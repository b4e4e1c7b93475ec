import { StyleSheet, Text, View } from 'react-native';
import { colors, fonts, spacing } from '../../../constants/theme';
import { CopyableFormula } from '../CopyableFormula';
import { asPolynomial, isObject } from '../resultShapes';
import { fieldMatrixTex, quadraticMatrixTex } from '../quadraticMatrix';
import { polynomialTex, polynomialText } from '../texFormat';
import { TrailEntry } from '../../../shared/jobs/contract';
import { z } from 'zod';
import { DerivationTrail } from './DerivationTrail';
import { StructuredResult } from './StructuredResult';

const anomalousNames: Record<string, string> = { gamma_phi: '\\gamma_{\\phi}', gamma_phi2: '\\gamma_{\\phi^2}' };
/** gamma_phi when γ_φ is a matrix: its trace over the number of fields. */
const TRACE_GAMMA_PHI = '\\tfrac{1}{n}\\operatorname{tr}\\gamma_{\\phi}';
const couplingTex = (name: string) => (name.length > 1 ? `${name[0]}_{${name.slice(1)}}` : name);

/** β-functions and anomalous dimensions typeset, the checks the derivation passed, the diagram trail folded. */
export function FlowOutput({ result, fileName, testID }: { result: Record<string, unknown>; fileName: string; testID?: string }) {
  const { beta, gamma_phi, gamma_phi_matrix, gamma_phi2, gamma_quadratic, convention, checks, trail, model, s, couplings, loops, fieldRenormalization, ...rest } = result;
  const facts = [typeof model === 'string' ? model : null, typeof s === 'string' ? `s = ${s}` : null, typeof loops === 'number' ? `${loops} ${loops === 1 ? 'loop' : 'loops'}` : null, Array.isArray(couplings) ? `couplings ${couplings.join(', ')}` : null, fieldRenormalization === true ? 'with field renormalisation' : fieldRenormalization === false ? 'no field renormalisation' : null].filter(Boolean).join(' · ');
  const matrixTex = quadraticMatrixTex(gamma_quadratic, Number.POSITIVE_INFINITY);
  const fieldTex = fieldMatrixTex(gamma_phi_matrix, Number.POSITIVE_INFINITY);
  const trailEntries = z.array(TrailEntry).safeParse(trail);
  const gammaPhi2Terms = asPolynomial(gamma_phi2);
  const betas = isObject(beta) ? Object.entries(beta).flatMap(([name, terms]) => { const p = asPolynomial(terms); return p ? [{ name, p }] : []; }) : [];
  const anomalous = Object.entries({ gamma_phi, gamma_phi2 }).flatMap(([name, terms]) => { const p = asPolynomial(terms); return p ? [{ name, p }] : []; });
  return (
    <View style={styles.wrap} testID={testID}>
      {facts ? <Text style={styles.caption}>{facts}</Text> : null}
      {typeof convention === 'string' ? <Text style={styles.caption}>{convention}</Text> : null}
      {betas.map(({ name, p }) => <CopyableFormula key={name} tex={(n) => `\\beta_{${couplingTex(name)}} = ${polynomialTex(p, n)}`} text={`β_${name} = ${polynomialText(p)}`} testID={`beta-${name}`} />)}
      {anomalous.map(({ name, p }) => <CopyableFormula key={name} tex={(n) => `${fieldTex && name === 'gamma_phi' ? TRACE_GAMMA_PHI : anomalousNames[name]} = ${polynomialTex(p, n)}`} text={`${name} = ${polynomialText(p)}`} testID={`anomalous-${name}`} />)}
      {fieldTex ? (
        <View style={styles.checks}>
          <Text style={styles.heading}>Field anomalous dimension: a matrix (not ∝ δ_ab); η follows per eigen-direction at a fixed point</Text>
          <CopyableFormula tex={(n) => fieldMatrixTex(gamma_phi_matrix, n) ?? fieldTex} testID="anomalous-field-matrix" />
        </View>
      ) : null}
      {matrixTex ? (
        <View style={styles.checks}>
          <Text style={styles.heading}>Quadratic operators: anomalous-dimension matrix (row: counterterm φ_kφ_l, column: insertion φ_iφ_j)</Text>
          <CopyableFormula tex={(n) => quadraticMatrixTex(gamma_quadratic, n) ?? matrixTex} testID="anomalous-quadratic-matrix" />
        </View>
      ) : null}
      {Array.isArray(checks) && checks.length ? (
        <View style={styles.checks}>
          <Text style={styles.heading}>Checks passed</Text>
          {checks.map((check, index) => <Text key={index} style={styles.check}>✓ {String(check)}</Text>)}
        </View>
      ) : null}
      <StructuredResult value={{ ...rest, ...(gamma_phi_matrix !== undefined && !fieldTex ? { gamma_phi_matrix } : {}), ...(gamma_quadratic !== undefined && !matrixTex ? { gamma_quadratic } : {}), ...(trail !== undefined && !trailEntries.success ? { trail } : {}) }} fileName={fileName} />
      {trailEntries.success && trailEntries.data.length ? (
        <DerivationTrail trail={trailEntries.data} beta={Object.fromEntries(betas.map(({ name, p }) => [name, p]))} gammaPhi2={gammaPhi2Terms} fieldRenormalization={fieldRenormalization === true} />
      ) : null}
    </View>
  );
}

const styles = StyleSheet.create({
  wrap: { gap: spacing.md },
  caption: { fontFamily: fonts.regular, fontSize: 13, color: colors.inkSoft, lineHeight: 19 },
  checks: { gap: 2 },
  heading: { fontFamily: fonts.semibold, fontSize: 13, color: colors.inkSoft },
  check: { fontFamily: fonts.regular, fontSize: 13, color: colors.success },
});
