import { StyleSheet, Text, View } from 'react-native';
import { z } from 'zod';
import { colors, fonts, spacing } from '../../../constants/theme';
import { QuadraticOperator } from '../../../shared/jobs/contract';
import { CopyableFormula } from '../CopyableFormula';
import { operatorTex } from '../quadraticMatrix';
import { coefficientText, decimalTex, seriesTex, seriesText, type Coefficient } from '../texFormat';

const Operators = z.array(QuadraticOperator);

/** The eigen-operators a result lists, or null when it lists none in today's shape. */
export function quadraticOperatorsOf(value: unknown): QuadraticOperator[] | null {
  const parsed = Operators.safeParse(value);
  return parsed.success && parsed.data.length ? parsed.data : null;
}

const valueTex = (value: Coefficient, significant: number) => (typeof value === 'string' ? decimalTex(value, significant) : value.latex);

/** "phi1^2 - phi2^2" → φ₁² − φ₂² in TeX. */
const operatorFormula = (operator: string) => operatorTex(operator).replace(/\s*([+-])\s*/g, ' $1 ');

/**
 * Eigen-operators of the quadratic-operator matrix at the fixed point, each typeset: its scaling dimension
 * Δ = d − s + γ as an ε-series (docs/physics.md §6), the operator, its multiplicity and the values at ε.
 */
export function QuadraticOperators({ operators, eps, testID }: { operators: QuadraticOperator[]; eps: string | null; testID?: string }) {
  return (
    <View style={styles.wrap} testID={testID}>
      <Text style={styles.heading}>Quadratic operators at the fixed point (Δ = d − s + γ)</Text>
      {operators.map((entry, index) => {
        const name = `\\text{${entry.name.replace(/[\\{}$&#^_%~]/g, '')}}`;
        const tex = (significant: number) =>
          [
            `${operatorFormula(entry.operator)}:\\quad \\Delta_{${name}} = ${seriesTex(0, entry.series.Delta, true, significant)}`,
            `\\gamma_{${name}} = ${seriesTex(0, entry.series.gamma, true, significant)}`,
            entry.values ? `\\text{at } \\varepsilon${eps ? ` = ${eps}` : ''}:\\ \\Delta = ${valueTex(entry.values.Delta, significant)},\\ \\gamma = ${valueTex(entry.values.gamma, significant)}` : '',
          ].filter(Boolean).join(',\\quad\\allowbreak ');
        const text = `Δ_${entry.name} = ${seriesText(0, entry.series.Delta)}; γ_${entry.name} = ${seriesText(0, entry.series.gamma)}${entry.values ? `; at ε: Δ = ${coefficientText(entry.values.Delta)}, γ = ${coefficientText(entry.values.gamma)}` : ''}`;
        return (
          <View key={`${entry.name}-${index}`} style={styles.operator}>
            <Text style={styles.caption}>
              {entry.name} (multiplicity {entry.multiplicity})
            </Text>
            <CopyableFormula tex={tex} text={text} testID={testID ? `${testID}-${index}` : undefined} />
          </View>
        );
      })}
    </View>
  );
}

const styles = StyleSheet.create({
  wrap: { gap: spacing.sm },
  operator: { gap: 2, borderLeftWidth: 2, borderLeftColor: colors.rule, paddingLeft: spacing.md },
  heading: { fontFamily: fonts.semibold, fontSize: 13, color: colors.inkSoft },
  caption: { fontFamily: fonts.medium, fontSize: 13, color: colors.ink },
});
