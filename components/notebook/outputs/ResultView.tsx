import { Component, type ReactNode } from 'react';
import type { CellKind } from '../../../shared/notebook';
import { asComparison, asExponents, asFixedPoints, asScan, asSeries, isObject } from '../resultShapes';
import { ComparisonOutput } from './ComparisonOutput';
import { FixedPointsOutput } from './FixedPointsOutput';
import { FlowOutput } from './FlowOutput';
import { ExponentsOutput } from './ExponentsOutput';
import { JsonBlock } from './JsonBlock';
import { ScanOutput } from './ScanOutput';
import { SeriesOutput } from './SeriesOutput';
import { StructuredResult } from './StructuredResult';

interface ResultViewProps {
  kind: CellKind;
  result: unknown;
  label: string;
  /** d of the setup cell, for marking s = d/2 in scans. */
  setupD?: string;
  /** A comparison's data drawn as points or as a boundary line (the cell's choice, else the dataset's shape). */
  show?: 'points' | 'boundary';
  /** The compared dataset's name, for the legend. */
  dataName?: string;
}

/** The finished result of a cell in the view its shape calls for; unknown shapes as JSON. */
export function ResultView(props: ResultViewProps) {
  return (
    <ResultBoundary fallback={<JsonBlock value={props.result} testID={`cell-${props.label}-json`} />}>
      <KnownResult {...props} />
    </ResultBoundary>
  );
}

function KnownResult({ kind, result, label, setupD, show, dataName }: ResultViewProps) {
  const testID = `cell-${label}-result`;
  if (kind === 'integral') {
    const series = asSeries(result);
    if (series) return <SeriesOutput series={series} name={`I_{\\mathrm{${label.replace(/_/g, '\\_')}}}`} fileName={label} testID={testID} />;
  }
  if (kind === 'exponents') {
    const exponents = asExponents(result);
    if (exponents) return <ExponentsOutput result={exponents} fileName={label} testID={testID} />;
  }
  if (kind === 'flow' && isObject(result) && isObject(result.beta)) return <FlowOutput result={result} fileName={label} testID={testID} />;
  if (kind === 'fixedpoints') {
    const fixedPoints = asFixedPoints(result);
    if (fixedPoints) return <FixedPointsOutput eps={fixedPoints.eps} points={fixedPoints.points} fileName={label} testID={testID} />;
  }
  if (kind === 'scan') {
    const scan = asScan(result, setupD);
    if (scan) return <ScanOutput scan={scan} fileName={label} testID={testID} />;
  }
  if (kind === 'comparison') {
    const comparison = asComparison(result);
    if (comparison) return <ComparisonOutput result={comparison} show={show} dataName={dataName} fileName={label} testID={testID} />;
  }
  if (result !== null && typeof result === 'object') return <StructuredResult value={result} fileName={label} />;
  return <JsonBlock value={result} testID={`cell-${label}-json`} />;
}

class ResultBoundary extends Component<{ fallback: ReactNode; children: ReactNode }, { failed: boolean }> {
  state = { failed: false };
  static getDerivedStateFromError() {
    return { failed: true };
  }
  render() {
    return this.state.failed ? this.props.fallback : this.props.children;
  }
}
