import { test } from 'node:test';
import assert from 'node:assert/strict';
import { regimeNotices, scanRegimeNotices } from '../../../shared/engine/exponents/notices';
import { q } from '../../../shared/engine/symbolic/rational';
import { runJob } from '../../../shared/jobs/index';

type Any = Record<string, any>;

// docs/physics.md §3 and §6: at s = 2 the local theory applies (field renormalization, Δ_{φ³} = Δ_φ + 2);
// below d = 2s = 4 it is not the Gaussian regime, so s = 2, d = 3.8 carries exactly that regime notice.
test('an exponents job at s = 2 carries the short-range-flow notice, with the kind and words of the scan at its s = 2 point', () => {
  const exponents = runJob({ job: 'exponents', model: { preset: 'on', N: 1 }, d: '3.8', s: '2', loops: 2, digits: 15 }) as Any;
  const notice = exponents.notices.find((n: Any) => n.kind === 'short-range-flow');
  assert.ok(notice, JSON.stringify(exponents.notices));
  assert.match(notice.message, /Δ_\{φ³\} = Δ_φ \+ 2/);
  const scan = runJob({ job: 'scan', model: { preset: 'on', N: 1 }, d: '3.8', s: { from: '1.95', to: '2', points: 2 }, loops: 2, digits: 15, quantities: ['nuInv'] }) as Any;
  assert.deepEqual(scan.points[1].notices, ['short-range-flow']);
  assert.equal(scan.notices.find((n: Any) => n.kind === 'short-range-flow').message, `At s = 2: ${notice.message}`);
});

test('the short-range-flow notice is given at s = 2 only: not below, and not in the Gaussian regime d ≥ 2s', () => {
  const kinds = (d: number, s: [number, number]) => regimeNotices(q(d), q(...s), null).map((n) => n.kind);
  assert.deepEqual(kinds(3, [2, 1]), ['short-range-flow']);
  assert.deepEqual(regimeNotices(q(3), q(2), null), scanRegimeNotices(q(3), q(2), null));
  assert.deepEqual(kinds(3, [19, 10]), []);
  assert.deepEqual(kinds(4, [2, 1]), ['upper-critical-dimension']);
  assert.deepEqual(kinds(5, [2, 1]), ['mean-field']);
});
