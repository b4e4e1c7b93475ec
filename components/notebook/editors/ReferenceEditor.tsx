import { StyleSheet, View } from 'react-native';
import { spacing } from '../../../constants/theme';
import type { CellInput } from '../../../shared/notebook';
import { TextField } from '../../ui/TextField';
import { optionalText, SetupChoice, type EditorProps } from './fields';

type ReferenceInput = Extract<CellInput, { kind: 'flow' | 'fixedpoints' | 'exponents' }>;

/** Flow, fixed points and exponents take everything from their model & parameters cell. */
export function ReferenceEditor({ input, errors, onChange, setupLabels, testPrefix }: EditorProps<ReferenceInput>) {
  return (
    <View style={styles.form}>
      <SetupChoice value={input.uses} setupLabels={setupLabels} onChange={(uses) => onChange({ ...input, uses: uses ?? '' })} error={errors.uses} testID={`${testPrefix}-uses`} />
      {input.kind === 'exponents' ? (
        <TextField label="Fixed point" value={input.fixedPoint ?? ''} onChangeText={(fixedPoint) => onChange({ ...input, fixedPoint: optionalText(fixedPoint) })} error={errors.fixedPoint} hint="Empty: the IR-stable non-Gaussian one" testID={`${testPrefix}-fixedPoint`} />
      ) : null}
    </View>
  );
}

const styles = StyleSheet.create({ form: { gap: spacing.md } });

━━━━

- What to do: Return only the number of lines in the listing that contain the string "asPolynomial".

- Task result: 4